TO DO:
From the material below, tally every line containing "keep"; reply with the total only.

SUPPLIED RECORDS:
def _one(case: str, folder: str, root: str = ROOT) -> dict:
    """Run one case in this process; return measurements."""
    sys.path.insert(0, root)
    from sim import load_scenario, run_scenario
    if case in ("1", "2"):
        scen = load_scenario(os.path.join(folder, "steered.yaml"))
        csv = os.path.join(folder, "trace.csv") if case == "2" else None
        _warm(scen, csv)
        t = time.perf_counter()         # peak memory: the process's own (no sampling thread to compete)
        res = run_scenario(scen, csv=csv)
        wall = time.perf_counter() - t
        out = {"steps": res.rows, "wall": wall, "peak_mb": _peak_mb()}
        if case == "1":
            sys.path.insert(0, os.path.join(ROOT, "tools"))
            import naive_loop
            from sim.runs.runner import entry_steps
            ks = entry_steps(scen.script, scen.step)
            script = [(k, c.value) for k, c in zip(ks, scen.script) if c.kind == "twist"]
            t = time.perf_counter()
            naive_loop.run(scen.robot, scen.step, script, NAIVE_STEPS)
            out["naive_steps_per_s"] = NAIVE_STEPS / (time.perf_counter() - t)
        if csv:
            out["csv_mb"] = os.path.getsize(csv) / 1e6
            os.remove(csv)
        return out
    if case in ("3", "16"):
        scen = load_scenario(os.path.join(folder, "castors.yaml" if case == "3" else "dense.yaml"))
        _warm(scen)
        t = time.perf_counter()
        res = run_scenario(scen)
        return {"steps": res.rows, "wall": time.perf_counter() - t, "peak_mb": _peak_mb()}
    if case == "14":
        import numpy as np
        from sim.traces import writer as W
        scen = load_scenario(os.path.join(folder, "steered.yaml"))
        res = run_scenario(scen, keep=True)
        header = list(res.trace)
        rows = np.column_stack([res.trace[c] for c in header])
        del res
        out = {"rows": len(rows), "columns": len(header)}
        for fmt in ("csv", "parquet"):
            if fmt == "parquet" and not hasattr(W, "is_parquet_path"):
                continue                                  # a version without Parquet
            path = os.path.join(folder, "w." + fmt)
            t, c = time.perf_counter(), time.process_time()
            w = W.TraceWriter(path, header)
            for i in range(0, len(rows), 32768):
                w.write_block(rows[i:i + 32768])
            w.close()
            out[fmt] = {"wall": time.perf_counter() - t, "cpu": time.process_time() - c,
                        "mb": os.path.getsize(path) / 1e6}
            os.remove(path)
        return out
    if case == "7":
        from sim import Simulator, load_robot
        robot = load_robot(os.path.join(ROBOTS, "quad-steer.yaml"))
        sim = Simulator(robot, 0.001)
        twists = [(0.5, 0.2, 0.3), (0.4, -0.1, -0.2)]
        for _ in range(1000):
            sim.step(twist=twists[0])
        n = 200_000
        t = time.perf_counter()
        for i in range(n):
            sim.step(twist=twists[(i // 2000) % 2])
        wall = time.perf_counter() - t
        sys.path.insert(0, os.path.join(ROOT, "tools"))
        import naive_loop
        t = time.perf_counter()
        naive_loop.run(robot, 0.001, [(0, twists[0])], NAIVE_STEPS)
        return {"steps": n, "wall": wall, "peak_mb": _peak_mb(),
                "naive_steps_per_s": NAIVE_STEPS / (time.perf_counter() - t)}
    if case == "8":
        t0 = time.perf_counter()
        from sim import Simulator, load_robot
        from sim.engine import simulator  # noqa: F401  (the engine's imports, numba among them)
        robot = load_robot(os.path.join(ROBOTS, "quad-steer.yaml"))
        imports = time.perf_counter() - t0
        times = []
        for _ in range(2):
            t = time.perf_counter()
            sim = Simulator(robot, 0.001)
            sim.command_twist((0.5, 0.2, 0.3))
            sim.advance(1000)
            times.append(time.perf_counter() - t)
        return {"steps": 1000, "wall": times[0], "steady": times[1], "imports": imports, "peak_mb": _peak_mb()}
    if case == "12":
        import numpy as np
        import tracemalloc
        from sim.runs.clearance import ClearanceMeter, clearance_along
        scen = load_scenario(os.path.join(folder, "weave.yaml"))
        tr = run_scenario(scen, keep=True).trace
        poses = np.column_stack([tr["x"], tr["y"], tr["theta"]])
        out = {"steps": len(poses)}
        clearance_along(scen.robot.outline, poses[:100], scen.floor, swept=True)   # load shapely, numba
        t, c = time.perf_counter(), time.process_time()
        cl = clearance_along(scen.robot.outline, poses, scen.floor, t=tr["t"])
        out["wall"], out["cpu"] = time.perf_counter() - t, time.process_time() - c
        out["nearest"] = [cl.nearest.distance, cl.nearest.feature, cl.contact_rows]
        t = time.perf_counter()
        cl = clearance_along(scen.robot.outline, poses, scen.floor, t=tr["t"], swept=True)
        out["swept_wall"] = time.perf_counter() - t
        out["swept_area"] = cl.swept_area
        del tr, poses, cl
        # memory the measuring adds, rows fed in chunks of 20,000 (a run's blocks)
        for rows in (100_000, 1_000_000):
            meter = ClearanceMeter(scen.robot.outline, scen.floor)
            tracemalloc.start()
            for k in range(0, rows, 20_000):
                tt = np.arange(k, k + 20_000) * 0.001
                p = np.column_stack([tt * 0.45 - 24 - 45 * (tt // 100), 0.3 * np.sin(tt), 0.1 * np.cos(tt)])
                meter.add(tt, p)
            out[f"mem_{rows}"] = tracemalloc.get_traced_memory()[1] / 1e6
            tracemalloc.stop()
        out["peak_mb"] = _peak_mb()
        return out
    if case == "13":
        return _study_split(folder)
    if case == "6":
        scen = load_scenario(os.path.join(folder, "hour.yaml"))
        csv = os.path.join(folder, "hour.csv")
        with _PeakTree() as mem:
            t = time.perf_counter()
            res = run_scenario(scen, csv=csv)
            wall = time.perf_counter() - t
        out = {"steps": res.rows, "wall": wall, "peak_mb": mem.peak, "csv_mb": os.path.getsize(csv) / 1e6}
        os.remove(csv)
        return out
    raise SystemExit(f"unknown case {case}")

TASK ANSWER:
2